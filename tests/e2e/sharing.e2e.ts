import { afterAll, beforeAll, describe, expect, it } from "vitest";
import { randomBytes } from "node:crypto";
import type { Browser } from "playwright-core";
import { BASE_URL, launch, open, watchErrors } from "./browser";
import { signIn } from "./auth";
import { db } from "@/lib/db/knex";
import { hashToken } from "@/lib/shared/tokens";

/**
 * Sharing: a public link shows what a colleague needs (schematic, step response and loop gain simulated in the
 * visitor's browser, headline figures, checks), read-only, with "Open a copy" for signed-in designers; the team link
 * is built on the configured public base URL, not on whatever host the page was opened at.
 */
describe("sharing: the public page and the links' base URL", () => {
  let browser: Browser;
  let token = "";
  let scenarioId = "";

  beforeAll(async () => {
    browser = await launch();
    const s = await db()("scenarios").where({ title: "Valve coil driver" }).whereNull("deleted_at").first("id", "current_revision_id");
    scenarioId = s.id;
    token = randomBytes(32).toString("base64url");
    await db()("share_links").insert({ scenario_id: s.id, revision_id: s.current_revision_id, token_hash: hashToken(token), expires_at: new Date(Date.now() + 7 * 86400_000) });
  });

  afterAll(async () => {
    await browser?.close();
    await db().destroy();
  });

  it("a public link shows the schematic, both plots, the headline figures and the checks, simulated in the browser", async () => {
    const ctx = await browser.newContext({ viewport: { width: 1280, height: 900 } });
    const page = await ctx.newPage();
    const errors = watchErrors(page);
    let workerStarted = false;
    page.on("worker", () => (workerStarted = true));
    await open(page, `/share/p/${token}`);
    await page.locator('[data-testid="shared-revision"][data-sim-status="done"]').waitFor({ timeout: 90_000 });
    expect(workerStarted).toBe(true);
    expect(await page.getByTestId("shared-section-schematic").locator("svg").count()).toBeGreaterThan(0);
    await page.getByTestId("shared-step-plot").waitFor();
    await page.getByTestId("shared-loop-plot").waitFor();
    expect(await page.getByTestId("shared-phase-margin").textContent()).toMatch(/°|no crossover/);
    expect(await page.getByTestId("shared-overshoot").textContent()).toMatch(/%/);
    expect((await page.getByTestId("shared-section-checks").locator("tr").count())).toBeGreaterThan(2);
    // Read-only: no field to edit, and a way in for those with an account.
    expect(await page.locator("main input, main textarea, main select").count()).toBe(0);
    await page.getByRole("link", { name: "Sign in to open a copy" }).waitFor();
    expect(errors.filter((e) => !/Failed to load resource/.test(e))).toEqual([]);
    await ctx.close();
  });

  it("a signed-in designer opens a copy of a publicly shared revision", async () => {
    const ctx = await browser.newContext();
    const page = await ctx.newPage();
    await signIn(page, "designer");
    await open(page, `/share/p/${token}`);
    await page.getByRole("button", { name: "Open a copy" }).click();
    await page.waitForURL((u) => /^\/scenarios\/[0-9a-f-]{36}$/.test(u.pathname) && u.pathname !== `/scenarios/${scenarioId}`, { timeout: 30_000 });
    expect(await page.getByTestId("scenario-title").textContent()).toBe("Valve coil driver (copy)");
    await ctx.close();
  });

  it("the team link starts with the configured public base URL, whatever host the page was opened at", async () => {
    const ctx = await browser.newContext();
    const page = await ctx.newPage();
    await signIn(page, "designer");
    const other = BASE_URL.replace("127.0.0.1", "localhost");
    expect(other).not.toBe(BASE_URL);
    await ctx.addCookies((await ctx.cookies(BASE_URL)).map((c) => ({ name: c.name, value: c.value, url: other })));
    await open(page, `${other}/scenarios/${scenarioId}/history`);
    await page.getByRole("button", { name: "Share link" }).click();
    const link = await page.getByLabel("Team link (members of your team, read-only)").inputValue();
    // The test command starts the app without QUELL_PUBLIC_URL, so the base is QUELL_BASE_URL (lib/shared/tokens).
    expect(link.startsWith(`${BASE_URL}/share/r/`)).toBe(true);
    await ctx.close();
  });
});
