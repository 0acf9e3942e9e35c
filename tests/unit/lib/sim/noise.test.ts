import { describe, expect, it } from "vitest";
import { isSimError, simulate, type Netlist, type NetlistElement, type NoiseResult, type OpResult, type AcResult } from "@/lib/sim";

/**
 * The noise analysis (lib/sim/analysis/noise.ts) against outside references (docs/references.md §8): thermal noise
 * of a resistor and a divider (Johnson 1928; Nyquist 1928), kT/C of an RC low-pass (e.g. Horowitz & Hill, The Art of
 * Electronics, noise chapter), shot noise of a current-biased diode (Schottky 1918), an op-amp non-inverting stage
 * (Franco, Design with Operational Amplifiers, noise chapter — the expression recalled from memory, §8.4), and the
 * adjoint result against the direct sum of one-source AC solves written here (§8.5).
 * Constants: the 2019 SI exact values of k and q.
 */

const K = 1.380649e-23; // J/K, exact (2019 SI)
const Q = 1.602176634e-19; // C, exact (2019 SI)
const kelvin = (c: number) => c + 273.15;

function noise(n: Netlist): NoiseResult {
  const r = simulate(n);
  if (r.kind !== "noise") throw new Error(`expected noise, got ${r.kind}`);
  return r;
}
function ac(n: Netlist): AcResult {
  const r = simulate(n);
  if (r.kind !== "ac") throw new Error(`expected ac, got ${r.kind}`);
  return r;
}
function op(n: Netlist): OpResult {
  const r = simulate(n);
  if (r.kind !== "op") throw new Error(`expected op, got ${r.kind}`);
  return r;
}
function relErr(got: number, want: number): number { return Math.abs(got - want) / Math.abs(want); }

describe("thermal noise of resistors (Johnson 1928, Nyquist 1928: open-circuit density √(4kTR))", () => {
  it("one resistor: √(4kTR) at 27 °C and at −40 °C, flat over frequency", () => {
    for (const temperature of [27, -40]) {
      const r = noise({
        temperature,
        elements: [{ kind: "resistor", name: "R", nodes: ["a", "gnd"], value: 10e3 }],
        analysis: { kind: "noise", output: { node: "a" }, fStart: 1, fStop: 1e6, pointsPerDecade: 2 },
      });
      const want = Math.sqrt(4 * K * kelvin(temperature) * 10e3); // Johnson–Nyquist, §8.1
      for (let k = 0; k < r.freq.length; k++) expect(relErr(r.outputDensity[k], want)).toBeLessThan(1e-12);
      expect(r.outputUnit).toBe("V");
      // white density over [1 Hz, 1 MHz]: rms = density·√(band)
      expect(relErr(r.integrated.rms, want * Math.sqrt(1e6 - 1))).toBeLessThan(1e-9);
    }
  });

  it("a divider: √(4kT·R1∥R2) at the tap, each resistor's share, the input-referred density and the differential output", () => {
    const R1 = 3.3e3, R2 = 6.8e3;
    const elements: NetlistElement[] = [
      { kind: "vsource", name: "Vin", nodes: ["in", "gnd"], dc: 1, ac: 1 },
      { kind: "resistor", name: "Rtop", nodes: ["in", "tap"], value: R2 },
      { kind: "resistor", name: "Rbottom", nodes: ["tap", "gnd"], value: R1 },
    ];
    const r = noise({ elements, analysis: { kind: "noise", output: { node: "tap" }, input: "Vin", fStart: 10, fStop: 1e4, pointsPerDecade: 1 } });
    const T = kelvin(27);
    const want = Math.sqrt(4 * K * T * (R1 * R2) / (R1 + R2)); // §8.1: a divider's tap sees R1∥R2
    const gain = R1 / (R1 + R2);
    for (let k = 0; k < r.freq.length; k++) {
      expect(relErr(r.outputDensity[k], want)).toBeLessThan(1e-12);
      // each resistor's thermal current 4kT/R through R1∥R2: √(4kT/R)·R1∥R2
      expect(relErr(r.contributions.Rtop[k], Math.sqrt(4 * K * T / R2) * (R1 * R2) / (R1 + R2))).toBeLessThan(1e-12);
      expect(relErr(r.contributions.Rbottom[k], Math.sqrt(4 * K * T / R1) * (R1 * R2) / (R1 + R2))).toBeLessThan(1e-12);
      expect(relErr(r.inputReferredDensity![k], want / gain)).toBeLessThan(1e-12);
    }
    // the same tap measured against the source node: in − tap = (1 − gain)·Vin − tap noise; the noise is the same
    const d = noise({ elements, analysis: { kind: "noise", output: { node: "in", reference: "tap" }, fStart: 10, fStop: 1e4, pointsPerDecade: 1 } });
    expect(relErr(d.outputDensity[0], want)).toBeLessThan(1e-12);
    expect(d.inputReferredDensity).toBeNull();
  });

  it("noiseless elements add nothing; the vsource's current noise is the divider's 4kT/(R1+R2)", () => {
    const R1 = 1e3, R2 = 4e3;
    const r = noise({
      elements: [
        { kind: "vsource", name: "Vin", nodes: ["in", "gnd"], dc: 1 },
        { kind: "resistor", name: "Rtop", nodes: ["in", "tap"], value: R2 },
        { kind: "resistor", name: "Rbottom", nodes: ["tap", "gnd"], value: R1, noiseless: true },
      ],
      analysis: { kind: "noise", output: { current: "Vin" }, fStart: 100, fStop: 100, pointsPerDecade: 1 },
    });
    expect(Object.keys(r.contributions)).toEqual(["Rtop"]);
    expect(r.outputUnit).toBe("A");
    // Rtop's thermal current 4kT/R2 divides between the series path: short-circuit current noise of a series pair
    // R1 + R2 with only R2 noisy is √(4kT·R2)/(R1 + R2) (Thévenin form of §8.1)
    expect(relErr(r.outputDensity[0], Math.sqrt(4 * K * kelvin(27) * R2) / (R1 + R2))).toBeLessThan(1e-12);
  });
});

describe("kT/C (standard result, e.g. Horowitz & Hill: an RC low-pass's total noise is √(kT/C), whatever R)", () => {
  it("integrated over four decades each side of the corner: √(kT/C) for 1 kΩ and 1 MΩ", () => {
    const C = 100e-12;
    for (const R of [1e3, 1e6]) {
      const fc = 1 / (2 * Math.PI * R * C);
      const r = noise({
        elements: [
          { kind: "vsource", name: "Vin", nodes: ["in", "gnd"], dc: 0, ac: 1 },
          { kind: "resistor", name: "R", nodes: ["in", "out"], value: R },
          { kind: "capacitor", name: "C", nodes: ["out", "gnd"], value: C },
        ],
        analysis: { kind: "noise", output: { node: "out" }, fStart: fc * 1e-4, fStop: fc * 1e4, pointsPerDecade: 100 },
      });
      const T = kelvin(27);
      // the band's exact value: ∫ 4kTR/(1 + (f/fc)²) df = (2kT/(πC))·(atan(f1/fc) − atan(f0/fc)) (§8.2); all
      // frequencies: kT/C
      const band = (2 * K * T / (Math.PI * C)) * (Math.atan(r.integrated.fStop / fc) - Math.atan(r.integrated.fStart / fc));
      expect(relErr(r.integrated.rms, Math.sqrt(band))).toBeLessThan(1e-4);
      expect(relErr(r.integrated.rms, Math.sqrt(K * T / C))).toBeLessThan(1e-3);
    }
  });
});

describe("shot noise of a current-biased diode (Schottky 1918: 2qI; rd = n·Vt/I, Shockley)", () => {
  it("√(2qI)·rd at low frequency for 1 mA and 10 µA", () => {
    for (const I of [1e-3, 10e-6]) {
      const n = 1.5;
      const r = noise({
        elements: [
          { kind: "isource", name: "Ibias", nodes: ["gnd", "a"], dc: I },
          { kind: "diode", name: "D", nodes: ["a", "gnd"], model: { Is: 1e-14, n, Cj0: 10e-12 } },
        ],
        analysis: { kind: "noise", output: { node: "a" }, fStart: 1, fStop: 10, pointsPerDecade: 1 },
      });
      const vt = (K * kelvin(27)) / Q;
      const rd = (n * vt) / I; // Shockley small-signal resistance (Is ≪ I)
      expect(relErr(r.outputDensity[0], Math.sqrt(2 * Q * I) * rd)).toBeLessThan(1e-6);
    }
  });
});

describe("op-amp non-inverting stage (Franco, noise chapter, recalled from memory: §8.4)", () => {
  // eno² = (1 + R2/R1)²·[en² + in²·Rs² + 4kT·Rs + in²·(R1∥R2)² + 4kT·(R1∥R2)], en and in with 1/f corners
  const Rs = 2e3, R1 = 1e3, R2 = 9e3;
  const en = 8e-9, fce = 100, inoise = 2e-12, fci = 1e3;
  const stage = (f: number): Netlist => ({
    elements: [
      { kind: "vsource", name: "Vsig", nodes: ["sig", "gnd"], dc: 0, ac: 1 },
      { kind: "vsource", name: "Vpos", nodes: ["vcc", "gnd"], dc: 15 },
      { kind: "vsource", name: "Vneg", nodes: ["vee", "gnd"], dc: -15 },
      { kind: "resistor", name: "Rsource", nodes: ["sig", "inp"], value: Rs },
      { kind: "resistor", name: "Rground", nodes: ["inn", "gnd"], value: R1 },
      { kind: "resistor", name: "Rfeedback", nodes: ["out", "inn"], value: R2 },
      {
        kind: "opamp", name: "U1", nodes: ["inp", "inn", "out", "vcc", "vee"],
        // open-loop gain 1e8 with its pole at 10 Hz: loop gain ≥ 1e5 at the test frequencies, so the ideal expression holds to ~1e-5
        model: { Aol: 1e8, GBW: 1e9, noiseVoltage: en, noiseVoltageCorner: fce, noiseCurrent: inoise, noiseCurrentCorner: fci },
      },
    ],
    analysis: { kind: "noise", output: { node: "out" }, input: "Vsig", fStart: f, fStop: f, pointsPerDecade: 1 },
  });
  it("output and input-referred density at 10 Hz, 1 kHz and 100 kHz", () => {
    const T = kelvin(27);
    const rp = (R1 * R2) / (R1 + R2);
    const gain = 1 + R2 / R1;
    for (const f of [10, 1e3, 1e5]) {
      const r = noise(stage(f));
      const en2 = en * en * (1 + fce / f), in2 = inoise * inoise * (1 + fci / f);
      const want = gain * Math.sqrt(en2 + in2 * Rs * Rs + 4 * K * T * Rs + in2 * rp * rp + 4 * K * T * rp);
      expect(relErr(r.outputDensity[0], want)).toBeLessThan(1e-4);
      expect(relErr(r.inputReferredDensity![0], want / gain)).toBeLessThan(1e-4);
      expect(relErr(r.contributions.U1[0], gain * Math.sqrt(en2 + in2 * Rs * Rs + in2 * rp * rp))).toBeLessThan(1e-4);
      expect(relErr(r.contributions.Rsource[0], gain * Math.sqrt(4 * K * T * Rs))).toBeLessThan(1e-4);
    }
  });
});

describe("adjoint result equals the direct sum over sources, one AC solve per source (§8.5)", () => {
  // a common-emitter stage with an emitter bypass and junction capacitances, so the transfers vary with frequency
  const base: NetlistElement[] = [
    { kind: "vsource", name: "Vcc", nodes: ["vcc", "gnd"], dc: 12 },
    { kind: "vsource", name: "Vsig", nodes: ["sig", "gnd"], dc: 0, ac: 1 },
    { kind: "resistor", name: "Rsig", nodes: ["sig", "bin"], value: 600 },
    { kind: "capacitor", name: "Cin", nodes: ["bin", "b"], value: 1e-6 },
    { kind: "resistor", name: "Rb1", nodes: ["vcc", "b"], value: 47e3 },
    { kind: "resistor", name: "Rb2", nodes: ["b", "gnd"], value: 10e3 },
    { kind: "vsource", name: "Vmeter", nodes: ["vcc", "rc"], dc: 0 },
    { kind: "resistor", name: "Rc", nodes: ["rc", "c"], value: 3.3e3 },
    { kind: "resistor", name: "Re", nodes: ["e", "gnd"], value: 1e3 },
    { kind: "capacitor", name: "Ce", nodes: ["e", "gnd"], value: 10e-6 },
    { kind: "bjt", name: "Q1", nodes: ["c", "b", "e"], model: { betaF: 150, VA: 60, Cje0: 8e-12, Cjc0: 3e-12, tauF: 4e-10 } },
  ];
  // every noise source as [name of its element, node the current enters, node it leaves, density A²/Hz]
  function sources(o: OpResult): [string, string, string, number][] {
    const T = kelvin(27);
    const list: [string, string, string, number][] = [];
    for (const e of base) if (e.kind === "resistor") list.push([e.name, e.nodes[0], e.nodes[1], (4 * K * T) / e.value]);
    const q1 = o.devices.Q1;
    if (q1.kind !== "bjt") throw new Error("Q1 is not a BJT");
    list.push(["Q1", "c", "e", 2 * Q * Math.abs(q1.ic)], ["Q1", "b", "e", 2 * Q * Math.abs(q1.ib)]);
    return list;
  }
  const freqs = [20, 2e3, 2e5, 2e7];

  for (const [label, output, read] of [
    ["collector voltage", { node: "c" }, (a: AcResult, k: number) => [a.nodes.c.re[k], a.nodes.c.im[k]]],
    ["collector current through Vmeter", { current: "Vmeter" }, (a: AcResult, k: number) => [a.currents.Vmeter.re[k], a.currents.Vmeter.im[k]]],
  ] as const) {
    it(`${label}: total and per-element densities at 20 Hz, 2 kHz, 200 kHz and 20 MHz`, () => {
      const o = op({ elements: base, analysis: { kind: "op" } });
      expect(o.devices.Q1.kind === "bjt" && o.devices.Q1.region).toBe("active");
      const quiet = base.map((e) => (e.kind === "vsource" ? { ...e, ac: 0 } : e));
      for (const f of freqs) {
        const r = noise({ elements: base, analysis: { kind: "noise", output, fStart: f, fStop: f, pointsPerDecade: 1 } });
        const perElement = new Map<string, number>();
        let total = 0;
        for (const [name, into, from, s] of sources(o)) {
          // a zero-DC current source with AC 1 A from `from` into `into`: the operating point is unchanged
          const a = ac({
            elements: [...quiet, { kind: "isource", name: "Iprobe", nodes: [from, into], dc: 0, ac: 1 }],
            analysis: { kind: "ac", fStart: f, fStop: f, pointsPerDecade: 1 },
          });
          const [hr, hi] = read(a, 0);
          const p = (hr * hr + hi * hi) * s;
          perElement.set(name, (perElement.get(name) ?? 0) + p);
          total += p;
        }
        expect(relErr(r.outputDensity[0], Math.sqrt(total))).toBeLessThan(1e-6);
        for (const [name, p] of perElement) expect(relErr(r.contributions[name][0], Math.sqrt(p))).toBeLessThan(1e-6);
        expect(Object.keys(r.contributions).sort()).toEqual([...perElement.keys()].sort());
      }
    });
  }
});

describe("MOSFET channel noise (8kT·gm/3, van der Ziel; §8.3)", () => {
  it("a common-source stage: drain noise current √(8kT·gm/3)·RD at the drain, gm = 2K(Vgs − Vth)", () => {
    const Kp = 0.02, Vth = 1.5, Vgs = 2, RD = 1e3; // Id = 5 mA, VDS = 5 V: saturation
    const r = noise({
      elements: [
        { kind: "vsource", name: "Vdd", nodes: ["vdd", "gnd"], dc: 10 },
        { kind: "vsource", name: "Vg", nodes: ["g", "gnd"], dc: Vgs },
        { kind: "resistor", name: "RD", nodes: ["vdd", "d"], value: RD, noiseless: true },
        { kind: "mosfet", name: "M1", nodes: ["d", "g", "gnd"], model: { Vth, K: Kp } },
      ],
      analysis: { kind: "noise", output: { node: "d" }, fStart: 1e3, fStop: 1e3, pointsPerDecade: 1 },
    });
    // square law id = K·(Vgs − Vth)² in saturation (the engine's §1-style model, lambda 0): gm = 2K·Vov
    const gm = 2 * Kp * (Vgs - Vth);
    expect(relErr(r.outputDensity[0], Math.sqrt((8 * K * kelvin(27) * gm) / 3) * RD)).toBeLessThan(1e-6);
  });
});

describe("invalid noise specs name the field", () => {
  const el: NetlistElement[] = [{ kind: "resistor", name: "R", nodes: ["a", "gnd"], value: 1 }, { kind: "vsource", name: "V", nodes: ["a", "gnd"], dc: 0 }];
  const cases: [Netlist["analysis"], string][] = [
    [{ kind: "noise", output: { node: "nowhere" }, fStart: 1, fStop: 10 }, 'field "output.node"'],
    [{ kind: "noise", output: { node: "a", reference: "b" }, fStart: 1, fStop: 10 }, 'field "output.reference"'],
    [{ kind: "noise", output: { current: "R" }, fStart: 1, fStop: 10 }, 'field "output.current"'],
    [{ kind: "noise", output: { node: "a" }, input: "R", fStart: 1, fStop: 10 }, 'field "input"'],
    [{ kind: "noise", output: { node: "a" }, fStart: 10, fStop: 1 }, 'field "analysis.fStop"'],
    [{ kind: "noise", output: { node: "a" }, fStart: 0, fStop: 1 }, 'field "analysis.fStart"'],
  ];
  for (const [analysis, field] of cases) {
    it(`${JSON.stringify(analysis)} → ${field}`, () => {
      try {
        simulate({ elements: el, analysis });
        expect.unreachable();
      } catch (e) {
        expect(isSimError(e) && e.code).toBe("invalid");
        expect((e as Error).message).toContain(field);
      }
    });
  }
});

════════════════

- _WHAT THE TASK ASKS_
Your answer should consist of the lines from the material that contain "locator".

- _THE ANSWER_
    await page.locator('[data-testid="shared-revision"][data-sim-status="done"]').waitFor({ timeout: 90_000 });
    expect(await page.getByTestId("shared-section-schematic").locator("svg").count()).toBeGreaterThan(0);
    expect((await page.getByTestId("shared-section-checks").locator("tr").count())).toBeGreaterThan(2);
    expect(await page.locator("main input, main textarea, main select").count()).toBe(0);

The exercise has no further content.